Another limitation of generate-and-validate systems is the search space explosion.
For a program, there are a large number of statements to change and for
each statement there are a large number of possible modifications.
State-of-the-art systems address this problem by assuming that a small
modification is enough for fixing a bug, resulting in a search space
reduction.
The limitation of approaches based on symbolic analysis is that real world programs are often converted to intractably large formulas especially for modifying statements with side effects.
Benchmarks
The
benchmark collected by GenProg authors contains 69 real world defects
and it is widely used to evaluate many other bug-fixing tools in C as
well. The state-of-the-art tool evaluated on GenProg benchmark is Prophet, generating correct patches for 18 out of 69 defects. In Java, the main benchmark is Defects4J, initially explored by Martinez et al., and now extensively used in most research papers on program repair for Java. Alternative benchmarks exist, such as the Quixbugs benchmark, which contains original bugs for program repair. Other benchmarks of Java bugs include Bugs.jar, based on past commits, and BEARS which is a benchmark of continuous integration build failures.
Example tools
Automatic
bug-fixing is an active research topic in computer science. There are
many implementations of various bug-fixing techniques especially for C
and Java programs. Note that most of these implementations are research
prototypes for demonstrating their techniques, i.e., it is unclear
whether their current implementations are ready for industrial usage or
not.
C
- ClearView: A generate-and-validate tool of generating binary patches for deployed systems. It is evaluated on 10 security vulnerability cases. A later study shows that it generates correct patches for at least 4 of the 10 cases.

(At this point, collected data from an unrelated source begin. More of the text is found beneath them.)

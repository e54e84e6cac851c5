"""The ``rondo`` command: solve files on the laptop, serve the phone page.

Exit codes: 0 done, 2 bad input (one line naming the problem), 3 no feasible
day plan (the explanation is printed), 4 the solver failed or ran out of time
without any plan, 5 the data folder is in use (restore while the server runs).
"""

from __future__ import annotations

import argparse
import json
import sys

from solver.errors import Infeasible, SolverError

__all__ = ["main", "build_parser"]

EXIT_BAD_INPUT = 2
EXIT_INFEASIBLE = 3
EXIT_SOLVER = 4


def build_parser() -> argparse.ArgumentParser:
    parser = argparse.ArgumentParser(prog="rondo", description=__doc__.splitlines()[0])
    sub = parser.add_subparsers(dest="command", required=True)

    solve = sub.add_parser("solve", help="solve a TSPLIB, time-window benchmark or stops CSV file")
    solve.add_argument("file", help=".tsp/.atsp TSPLIB file, a time-window benchmark .txt, "
                                    "or a stops CSV")
    solve.add_argument("--json", action="store_true", help="print one JSON object")
    solve.add_argument("--method", default="auto",
                       choices=["auto", "dfj", "mtz", "held-karp", "heuristic"],
                       help="loop method (days with windows always use the exact day planner)")
    solve.add_argument("--cost", default="km", choices=["km", "minutes"],
                       help="what a plain loop minimises")
    _add_stops_options(solve)
    _add_day_options(solve)

    export = sub.add_parser("export", help="write a day as ics, gpx or csv: plan a stops CSV, "
                                           "or take the plan stored for --date")
    export.add_argument("file", nargs="?", help="a stops CSV; leave it out to export the plan "
                                                "stored for --date in --data DIR")
    export.add_argument("--format", required=True, choices=["ics", "gpx", "csv"])
    export.add_argument("--output", metavar="FILE", help="write here instead of standard output")
    export.add_argument("--date", metavar="YYYY-MM-DD",
                        help="the planned day (default: today); without FILE, the stored day")
    export.add_argument("--data", metavar="DIR", help="without FILE: the folder `rondo serve "
                        "--data` uses (default: instance)")
    export.add_argument("--tz", default=None, metavar="ZONE",
                        help="IANA time zone of the rep, for calendar times (default: "
                        "Europe/Vienna; a stored day uses its settings)")
    export.add_argument("--sequence", type=int, default=None,
                        help="calendar SEQUENCE; raise it for every re-export of the same day "
                        "(a stored day keeps its own)")
    export.add_argument("--travel", action="store_true", help="add a calendar event per drive")
    export.add_argument("--alarm", type=int, default=None, metavar="MIN",
                        help="remind MIN minutes before leaving for each visit")
    _add_stops_options(export)
    _add_day_options(export)

    week = sub.add_parser("week", help="spread a stops CSV over the working days")
    week.add_argument("file", help="a stops CSV with optional week columns")
    week.add_argument("--json", action="store_true", help="print one JSON object")
    week.add_argument("--days", default="Mon-Fri", help="working days, e.g. Mon-Fri or Mon Tue Thu")
    week.add_argument("--max-visits", type=int, default=None, help="cap of visits per day")
    week.add_argument("--max-work-min", type=float, default=None,
                      help="cap of minutes from leaving home to coming back")
    week.add_argument("--week-method", default="auto", choices=["auto", "exact", "improve"])
    _add_stops_options(week)
    _add_day_options(week, replan=False)

    serve = sub.add_parser("serve", help="serve the phone page on this laptop")
    serve.add_argument("--host", default=None,
                       help="address to listen on (default 127.0.0.1; with --lan 0.0.0.0)")
    serve.add_argument("--port", type=int, default=8765)
    serve.add_argument("--data", default="instance", metavar="DIR",
                       help="folder for the database and everything the app writes")
    serve.add_argument("--demo", action="store_true",
                       help="fill an empty database with the demo scenario")
    serve.add_argument("--tiles", metavar="URL", default=None,
                       help="street-map tile URL template with {z}/{x}/{y}, fetched through "
                       "this laptop (default: no street map)")
    serve.add_argument("--tile-contact", metavar="EMAIL_OR_URL", default=None,
                       help="who runs this server, sent to the tile server in the User-Agent")
    serve.add_argument("--lan", action="store_true",
                       help="serve the home network over HTTPS with this laptop's own "
                       "certificate; only phones paired on the laptop's /pair page get in")
    from .cli_backup import add_parsers as add_backup_parsers

    add_backup_parsers(sub)
    return parser


def _add_stops_options(parser: argparse.ArgumentParser) -> None:
    parser.add_argument("--time-limit", type=float, default=60.0, metavar="S",
                        help="stop after S seconds and report the best plan with its gap")
    parser.add_argument("--home", metavar="LAT,LON",
                        help="home position; otherwise the first CSV row is home")
    parser.add_argument("--distance", default="geodesic", choices=["geodesic", "great-circle"])
    parser.add_argument("--detour", type=float, default=None, metavar="F",
                        help="road km per straight-line km")
    parser.add_argument("--speed", type=float, default=None, metavar="KMH",
                        help="average driving speed")


def _add_day_options(parser: argparse.ArgumentParser, *, replan: bool = True) -> None:
    parser.add_argument("--day-start", metavar="HH:MM", help="departure from home")
    parser.add_argument("--day-end", metavar="HH:MM", help="latest return home")
    parser.add_argument("--objective", choices=["km", "return"], default="km",
                        help="least driving (km) or earliest return home")
    parser.add_argument("--day-method", choices=["auto", "labels", "milp"], default="auto",
                        help="exact day method: label-setting programme or the big-M MILP")
    parser.add_argument("--break", dest="break_rule", metavar="MIN@HH:MM-HH:MM",
                        help="a break of MIN minutes inside the given hours, e.g. 30@12:00-14:00")
    if replan:
        parser.add_argument("--from", dest="from_", metavar="LAT,LON|NAME",
                            help="re-plan from here: a position or the client where you stand")
        parser.add_argument("--now", metavar="HH:MM", help="re-plan: the time now")
        parser.add_argument("--done", metavar="NAME,...", help="re-plan: visits already done")


def main(argv: list[str] | None = None) -> int:
    args = build_parser().parse_args(argv)
    if args.command == "serve":
        from .backup import DataInUse, server_lock
        from .cli_backup import EXIT_IN_USE
        from .server import serve

        host = args.host or ("0.0.0.0" if args.lan else "127.0.0.1")
        try:
            with server_lock(args.data):  # while it is held, a restore refuses
                serve(host=host, port=args.port, data_dir=args.data, demo=args.demo,
                      tiles=args.tiles, tile_contact=args.tile_contact, lan=args.lan)
        except DataInUse as busy:
            print(f"rondo: {busy}", file=sys.stderr)
            return EXIT_IN_USE
        return 0
    if args.command in ("backup", "restore"):
        from .cli_backup import run as run_backup

        return run_backup(args)
    try:
        if args.command == "solve":
            from .cli_solve import run_solve

            payload, text = run_solve(args)
        elif args.command == "export":
            from .cli_export_db import prepare_export, run_export_db

            if prepare_export(args):
                return run_export_db(args)
            from .cli_export import run_export

            return run_export(args)
        elif args.command == "week":
            from .cli_week import run_week

            payload, text = run_week(args)
        else:  # pragma: no cover - argparse rejects unknown commands
            return EXIT_BAD_INPUT
    except Infeasible as why:
        if getattr(args, "json", False):
            print(json.dumps({"feasible": False, "explanation": why.explanation}, indent=2))
        else:
            print(f"rondo: {why}", file=sys.stderr)
        return EXIT_INFEASIBLE
    except ValueError as bad:  # InvalidInput derives from ValueError
        print(f"rondo: {_one_line(bad)}", file=sys.stderr)
        return EXIT_BAD_INPUT
    except SolverError as failed:
        print(f"rondo: {_one_line(failed)}", file=sys.stderr)
        return EXIT_SOLVER
    print(json.dumps(payload, indent=2) if args.json else text)
    return 0


def _one_line(error: Exception) -> str:
    return " ".join(str(error).split())


if __name__ == "__main__":  # pragma: no cover
    sys.exit(main())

- GenProg: A seminal generate-and-validate bug-fixing tool. It has been extensively studied in the context of the ManyBugs benchmark.

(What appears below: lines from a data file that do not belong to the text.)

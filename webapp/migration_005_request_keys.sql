-- Migration step 5: keys of POST requests already applied, so a request the phone sends again
-- (its offline outbox replaying after a lost answer) is answered without being applied twice.
CREATE TABLE request_keys (
    key          TEXT    PRIMARY KEY CHECK (length(key) BETWEEN 8 AND 100),
    -- Method and path the key was first used for, e.g. 'POST /api/days/2026-03-04/visits'.
    target       TEXT    NOT NULL,
    -- SHA-256 of the JSON body in canonical form: the same key with another body is refused.
    body_sha256  TEXT    NOT NULL CHECK (length(body_sha256) = 64),
    created_at   TEXT    NOT NULL DEFAULT (strftime('%Y-%m-%dT%H:%M:%SZ', 'now'))
);
CREATE INDEX request_keys_by_age ON request_keys (created_at);
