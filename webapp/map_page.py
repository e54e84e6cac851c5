"""The day's map as its own page, framed by the day screen, with rules fitted to folium's output.

folium writes its map as inline scripts; instead of allowing every inline script, the page's
Content-Security-Policy lists the SHA-256 of each one it actually sends (CSP Level 3 §2.3.1
hash-source), so no other script can run in it. It is sandboxed (no forms, pop-ups, dialogs or
navigating the day screen) but keeps its origin: the app answers its assets and tiles to its
own origin only (Cross-Origin-Resource-Policy) and the LAN cookie is SameSite=Strict, so an
opaque-origin frame could load neither.
"""

from __future__ import annotations

import base64
import hashlib
import re

from flask import Blueprint, current_app, make_response

from . import plan_exports
from .db import get_db
from .fields import parse_date
from .maps import day_map_html
from .tiles import tile_map_settings

__all__ = ["map_bp", "map_policy", "map_response", "strict_headers", "CAUTION"]

map_bp = Blueprint("map_page", __name__)

CAUTION = ("Plan while parked; never handle the phone while driving. Times are "
           "estimates; obey road rules and local regulations.")

# Inline scripts: a <script> without a src attribute (folium writes them in lower case).
_INLINE_SCRIPT = re.compile(r"<script(?![^>]*\bsrc\s*=)[^>]*>(.*?)</script>", re.S | re.I)

# The map column and the caution line below it; folium sizes its map to 100 % of the body.
_LAYOUT = (
    "<style>body { display: flex; flex-direction: column; }"
    " .folium-map { flex: 1 1 0; height: auto !important; min-height: 0; }"
    " .rondo-map-caution { flex: 0 0 auto; margin: 0; padding: 6px 8px; color: #121212;"
    " background: #fffdf6; border-top: 2px dashed #121212;"
    " font: 600 12px/1.3 system-ui, sans-serif; }"
    # On a phone-wide map the credit line and the scale bar share the bottom edge: lift the bar.
    " .leaflet-bottom.leaflet-left .leaflet-control-scale { margin-bottom: 24px; }</style>")


def map_policy(page: str) -> str:
    """A Content-Security-Policy that lets exactly this page's own inline scripts run."""
    hashes = sorted({"'sha256-" + base64.b64encode(hashlib.sha256(
        body.encode("utf-8")).digest()).decode("ascii") + "'"
        for body in _INLINE_SCRIPT.findall(page)})
    # Styles: Leaflet and folium's marker icons set style attributes, so inline styles stay on.
    return ("default-src 'none'; script-src 'self' " + " ".join(hashes) + "; "
            "style-src 'self' 'unsafe-inline'; img-src 'self' data:; connect-src 'none'; "
            "font-src 'none'; object-src 'none'; base-uri 'none'; form-action 'none'; "
            "frame-ancestors 'self'; sandbox allow-scripts allow-same-origin")


def _with_caution(page: str) -> str:
    note = f'<p class="rondo-map-caution" role="note">{CAUTION}</p>'
    head, _, tail = page.rpartition("</body>")
    if not head:  # not the page shape folium writes: keep it whole, note at the end
        return page + _LAYOUT + note
    return head.replace("</head>", _LAYOUT + "</head>", 1) + note + "</body>" + tail


@map_bp.get("/days/<date_text>/map")
def day_map(date_text: str):
    """The latest stored plan of the date on a map: home, numbered stops, the loop."""
    date = parse_date(date_text)
    stops = plan_exports.map_stops(plan_exports.stored_day(get_db(), date))
    tile_url, attribution = tile_map_settings(current_app.config)
    page = _with_caution(day_map_html(stops, tile_url_template=tile_url,
                                      attribution=attribution))
    return map_response(page)


def map_response(page: str):
    """A rendered map page with its own script-hash CSP; never cached (plans change)."""
    response = make_response(page)
    response.headers["Content-Type"] = "text/html; charset=utf-8"
    response.headers["Content-Security-Policy"] = map_policy(page)
    response.headers["Cache-Control"] = "no-cache"  # a re-planned day must not show an old loop
    return response


def strict_headers(response):
    """Error pages of the map routes carry no inline script: the app's strict rules."""
    response.headers.setdefault("Content-Security-Policy", "default-src 'self'; "
                                "object-src 'none'; base-uri 'none'; frame-ancestors 'self'")
    response.headers.setdefault("X-Content-Type-Options", "nosniff")
    response.headers.setdefault("Referrer-Policy", "no-referrer")
    return response


map_bp.after_request(strict_headers)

- SemFix: The first solver-based bug-fixing tool for C.
- CodePhage: The first bug-fixing tool that directly transfer code across programs to generate patch for C program. Note that although it generates C patches, it can extract code from binary programs without source code.
- LeakFix: A tool that automatically fixes memory leaks in C programs.
- Prophet: The first generate-and-validate tool that uses machine learning techniques to learn useful knowledge from past human patches to recognize correct patches. It is evaluated on the same benchmark as GenProg and generate correct patches (i.e., equivalent to human patches) for 18 out of 69 cases.
- SearchRepair: A tool for replacing buggy code using snippets of code from elsewhere. It is evaluated on the IntroClass benchmark and generates much higher quality patches on that benchmark than GenProg, RSRepair, and AE.
- Angelix: An improved solver-based bug-fixing tool. It is evaluated on the GenProg benchmark. For 10 out of the 69 cases, it generate patches that is equivalent to human patches.
Java
- PAR: A generate-and-validate tool that uses a set of manually defined fix templates. A later study raised concerns about the generalizability of the fix templates in PAR.
- NOPOL: A solver-based tool focusing on modifying condition statements.
- QACrashFix: A tool that fixes Java crash bugs by mining fixes from Q&A web site.
- Astor: An automatic repair library for Java, containing jGenProg, a Java implementation of GenProg.
- NpeFix: An automatic repair tool for NullPointerException in Java, available on Github.
Other languages
- AutoFixE: A bug-fixing tool for Eiffel language. It relies the contracts (i.e., a form of formal specification) in Eiffel programs to validate generated patches.
Proprietary
- DeepCode integrates public and private GitHub, GitLab and Bitbucket repositories to identify code-fixes and improve software.